WHAT YOU WILL DO:
Among the lines below, count those with the word "records". Answer with the number only.

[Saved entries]
:::

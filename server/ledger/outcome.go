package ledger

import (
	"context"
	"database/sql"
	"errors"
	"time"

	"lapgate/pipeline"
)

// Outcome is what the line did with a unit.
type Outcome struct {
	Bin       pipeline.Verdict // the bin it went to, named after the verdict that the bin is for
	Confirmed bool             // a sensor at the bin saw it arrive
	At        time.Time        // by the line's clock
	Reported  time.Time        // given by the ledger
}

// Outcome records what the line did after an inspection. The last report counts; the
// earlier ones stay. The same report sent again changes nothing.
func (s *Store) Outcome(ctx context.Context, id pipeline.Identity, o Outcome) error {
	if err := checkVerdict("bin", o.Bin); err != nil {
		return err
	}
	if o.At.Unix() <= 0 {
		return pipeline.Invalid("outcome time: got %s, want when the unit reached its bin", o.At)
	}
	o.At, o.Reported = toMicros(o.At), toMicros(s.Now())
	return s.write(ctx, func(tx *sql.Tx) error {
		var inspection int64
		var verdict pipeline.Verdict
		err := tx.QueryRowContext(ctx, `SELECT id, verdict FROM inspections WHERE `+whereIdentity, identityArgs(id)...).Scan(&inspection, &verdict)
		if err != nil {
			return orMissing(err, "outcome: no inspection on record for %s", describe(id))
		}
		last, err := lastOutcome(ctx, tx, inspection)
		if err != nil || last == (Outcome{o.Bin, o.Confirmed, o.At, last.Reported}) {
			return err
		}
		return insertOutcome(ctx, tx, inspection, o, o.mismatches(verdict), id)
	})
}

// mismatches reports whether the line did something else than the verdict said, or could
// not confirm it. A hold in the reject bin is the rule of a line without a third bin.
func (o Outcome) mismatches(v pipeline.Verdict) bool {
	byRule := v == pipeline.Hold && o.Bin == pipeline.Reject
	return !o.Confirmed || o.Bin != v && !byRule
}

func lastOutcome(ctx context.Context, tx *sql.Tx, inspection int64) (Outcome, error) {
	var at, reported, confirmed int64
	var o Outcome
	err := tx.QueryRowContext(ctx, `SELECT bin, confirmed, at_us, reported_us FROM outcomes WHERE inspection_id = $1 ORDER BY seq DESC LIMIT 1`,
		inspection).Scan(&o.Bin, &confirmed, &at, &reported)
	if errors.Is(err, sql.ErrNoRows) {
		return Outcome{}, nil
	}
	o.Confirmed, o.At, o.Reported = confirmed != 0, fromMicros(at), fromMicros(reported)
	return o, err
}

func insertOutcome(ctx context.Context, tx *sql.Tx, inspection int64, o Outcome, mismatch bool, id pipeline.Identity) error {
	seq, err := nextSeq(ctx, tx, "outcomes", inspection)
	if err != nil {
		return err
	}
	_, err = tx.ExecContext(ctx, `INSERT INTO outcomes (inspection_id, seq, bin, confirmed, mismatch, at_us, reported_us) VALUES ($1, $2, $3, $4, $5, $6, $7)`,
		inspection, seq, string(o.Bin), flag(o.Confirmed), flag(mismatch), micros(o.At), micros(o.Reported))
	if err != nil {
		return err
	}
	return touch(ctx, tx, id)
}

:::

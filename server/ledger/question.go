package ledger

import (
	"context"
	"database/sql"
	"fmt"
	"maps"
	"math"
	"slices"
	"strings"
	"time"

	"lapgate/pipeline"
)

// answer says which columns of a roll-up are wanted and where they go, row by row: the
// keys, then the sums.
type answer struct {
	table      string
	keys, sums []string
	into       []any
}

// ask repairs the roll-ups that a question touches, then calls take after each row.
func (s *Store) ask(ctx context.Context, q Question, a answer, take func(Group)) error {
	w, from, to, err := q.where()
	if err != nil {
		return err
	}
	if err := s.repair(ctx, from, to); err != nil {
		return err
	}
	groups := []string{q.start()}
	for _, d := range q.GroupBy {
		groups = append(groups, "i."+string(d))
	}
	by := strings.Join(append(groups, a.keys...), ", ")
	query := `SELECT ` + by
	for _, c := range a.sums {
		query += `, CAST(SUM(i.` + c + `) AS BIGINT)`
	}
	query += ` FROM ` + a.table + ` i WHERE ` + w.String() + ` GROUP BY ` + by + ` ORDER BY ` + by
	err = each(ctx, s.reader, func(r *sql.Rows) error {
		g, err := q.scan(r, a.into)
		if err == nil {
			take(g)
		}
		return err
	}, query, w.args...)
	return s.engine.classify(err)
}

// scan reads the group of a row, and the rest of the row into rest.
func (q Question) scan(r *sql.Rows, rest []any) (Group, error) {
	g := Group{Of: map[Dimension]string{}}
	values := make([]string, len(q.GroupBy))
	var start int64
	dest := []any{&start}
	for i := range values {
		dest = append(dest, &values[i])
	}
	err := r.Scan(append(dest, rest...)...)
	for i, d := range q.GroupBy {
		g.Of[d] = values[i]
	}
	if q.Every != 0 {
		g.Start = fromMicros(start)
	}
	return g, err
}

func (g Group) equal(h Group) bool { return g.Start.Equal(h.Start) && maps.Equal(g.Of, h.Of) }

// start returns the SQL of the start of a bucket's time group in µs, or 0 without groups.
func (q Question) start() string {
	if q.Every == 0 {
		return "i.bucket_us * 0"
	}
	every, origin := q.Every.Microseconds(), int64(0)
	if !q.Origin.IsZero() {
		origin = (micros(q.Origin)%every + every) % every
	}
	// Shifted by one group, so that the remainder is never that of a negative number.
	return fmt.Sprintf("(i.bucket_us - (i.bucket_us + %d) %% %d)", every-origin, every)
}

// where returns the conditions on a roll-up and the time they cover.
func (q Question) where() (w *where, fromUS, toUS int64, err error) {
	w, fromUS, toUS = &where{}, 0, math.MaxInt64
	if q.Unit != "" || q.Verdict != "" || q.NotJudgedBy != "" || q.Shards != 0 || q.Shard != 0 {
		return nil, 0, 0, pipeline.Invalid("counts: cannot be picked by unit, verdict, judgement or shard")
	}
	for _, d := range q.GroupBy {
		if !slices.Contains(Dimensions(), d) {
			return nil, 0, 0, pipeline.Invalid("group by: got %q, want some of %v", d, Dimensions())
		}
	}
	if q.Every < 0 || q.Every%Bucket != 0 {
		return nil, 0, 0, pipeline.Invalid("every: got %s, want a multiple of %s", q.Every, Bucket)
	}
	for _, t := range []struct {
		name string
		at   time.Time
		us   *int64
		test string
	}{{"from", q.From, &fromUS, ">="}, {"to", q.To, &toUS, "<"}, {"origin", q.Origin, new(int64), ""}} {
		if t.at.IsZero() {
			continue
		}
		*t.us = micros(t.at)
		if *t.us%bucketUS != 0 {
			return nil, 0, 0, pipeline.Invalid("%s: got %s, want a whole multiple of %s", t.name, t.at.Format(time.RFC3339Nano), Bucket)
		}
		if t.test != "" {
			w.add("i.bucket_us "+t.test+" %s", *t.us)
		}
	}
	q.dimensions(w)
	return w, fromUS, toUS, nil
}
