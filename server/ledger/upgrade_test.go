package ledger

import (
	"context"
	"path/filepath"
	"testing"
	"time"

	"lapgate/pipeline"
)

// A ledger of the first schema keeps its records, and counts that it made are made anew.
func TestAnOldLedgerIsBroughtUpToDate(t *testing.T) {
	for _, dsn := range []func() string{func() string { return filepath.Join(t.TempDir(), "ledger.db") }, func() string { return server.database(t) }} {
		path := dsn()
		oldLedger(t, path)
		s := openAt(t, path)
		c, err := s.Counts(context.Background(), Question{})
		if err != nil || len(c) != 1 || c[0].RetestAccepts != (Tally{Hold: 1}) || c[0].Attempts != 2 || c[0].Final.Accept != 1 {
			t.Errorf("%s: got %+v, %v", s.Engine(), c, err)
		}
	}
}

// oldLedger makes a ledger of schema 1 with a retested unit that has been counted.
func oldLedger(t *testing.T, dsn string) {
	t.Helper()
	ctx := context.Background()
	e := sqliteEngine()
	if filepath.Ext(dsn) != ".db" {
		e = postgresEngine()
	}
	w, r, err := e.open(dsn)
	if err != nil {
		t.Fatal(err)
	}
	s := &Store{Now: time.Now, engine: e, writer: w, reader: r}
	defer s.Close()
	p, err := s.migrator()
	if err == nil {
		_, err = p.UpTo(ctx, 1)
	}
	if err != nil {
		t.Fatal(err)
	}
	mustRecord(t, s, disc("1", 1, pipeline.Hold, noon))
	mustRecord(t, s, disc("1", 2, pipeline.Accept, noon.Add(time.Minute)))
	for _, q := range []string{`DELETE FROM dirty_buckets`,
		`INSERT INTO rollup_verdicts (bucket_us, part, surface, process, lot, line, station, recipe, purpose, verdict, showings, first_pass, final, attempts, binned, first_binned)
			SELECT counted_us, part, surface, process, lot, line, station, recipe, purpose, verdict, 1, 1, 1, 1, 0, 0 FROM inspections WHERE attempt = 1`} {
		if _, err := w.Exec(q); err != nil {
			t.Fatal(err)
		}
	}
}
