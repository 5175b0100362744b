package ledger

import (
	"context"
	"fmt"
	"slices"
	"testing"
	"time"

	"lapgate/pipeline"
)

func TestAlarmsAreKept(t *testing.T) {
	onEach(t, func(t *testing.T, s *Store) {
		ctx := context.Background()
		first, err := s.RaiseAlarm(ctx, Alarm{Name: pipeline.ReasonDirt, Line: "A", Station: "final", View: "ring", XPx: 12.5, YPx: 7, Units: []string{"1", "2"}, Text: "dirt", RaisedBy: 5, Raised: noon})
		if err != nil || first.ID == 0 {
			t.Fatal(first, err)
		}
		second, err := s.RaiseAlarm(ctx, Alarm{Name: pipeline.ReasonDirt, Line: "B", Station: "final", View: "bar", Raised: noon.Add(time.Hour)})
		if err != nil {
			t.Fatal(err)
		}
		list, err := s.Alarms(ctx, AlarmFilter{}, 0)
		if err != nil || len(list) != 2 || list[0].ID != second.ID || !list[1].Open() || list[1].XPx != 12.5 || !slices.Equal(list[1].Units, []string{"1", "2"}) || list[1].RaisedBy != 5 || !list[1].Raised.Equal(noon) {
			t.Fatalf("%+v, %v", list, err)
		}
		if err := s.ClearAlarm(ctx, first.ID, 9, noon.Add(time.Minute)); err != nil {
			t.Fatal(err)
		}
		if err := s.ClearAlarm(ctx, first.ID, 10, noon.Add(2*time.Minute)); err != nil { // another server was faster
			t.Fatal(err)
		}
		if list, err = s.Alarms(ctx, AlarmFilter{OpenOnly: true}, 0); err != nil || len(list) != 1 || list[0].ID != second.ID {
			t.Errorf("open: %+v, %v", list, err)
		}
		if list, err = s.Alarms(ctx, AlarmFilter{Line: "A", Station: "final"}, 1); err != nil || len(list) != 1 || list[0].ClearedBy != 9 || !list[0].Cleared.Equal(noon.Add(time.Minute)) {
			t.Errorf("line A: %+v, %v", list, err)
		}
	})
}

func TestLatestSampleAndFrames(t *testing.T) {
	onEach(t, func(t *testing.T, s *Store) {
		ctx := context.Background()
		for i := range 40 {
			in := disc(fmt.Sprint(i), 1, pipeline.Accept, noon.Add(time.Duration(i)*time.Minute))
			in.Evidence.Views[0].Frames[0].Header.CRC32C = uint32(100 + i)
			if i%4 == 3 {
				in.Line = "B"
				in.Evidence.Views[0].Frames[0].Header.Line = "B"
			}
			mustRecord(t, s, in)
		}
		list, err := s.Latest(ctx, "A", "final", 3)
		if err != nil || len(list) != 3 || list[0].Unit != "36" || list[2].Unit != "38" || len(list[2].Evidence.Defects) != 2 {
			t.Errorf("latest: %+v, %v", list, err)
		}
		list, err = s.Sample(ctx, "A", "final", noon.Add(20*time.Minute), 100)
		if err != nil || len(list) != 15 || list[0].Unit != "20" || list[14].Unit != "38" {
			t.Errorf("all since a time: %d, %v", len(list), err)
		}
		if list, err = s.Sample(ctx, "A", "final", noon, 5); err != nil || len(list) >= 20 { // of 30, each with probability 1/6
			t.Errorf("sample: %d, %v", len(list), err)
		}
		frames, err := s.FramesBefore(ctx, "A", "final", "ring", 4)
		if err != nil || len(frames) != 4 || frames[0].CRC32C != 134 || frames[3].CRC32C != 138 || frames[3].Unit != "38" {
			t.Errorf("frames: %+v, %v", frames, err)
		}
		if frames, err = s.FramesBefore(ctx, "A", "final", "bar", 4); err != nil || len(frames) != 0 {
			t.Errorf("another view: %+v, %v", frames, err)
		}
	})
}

:::

SOLUTION FOR THIS TASK:
2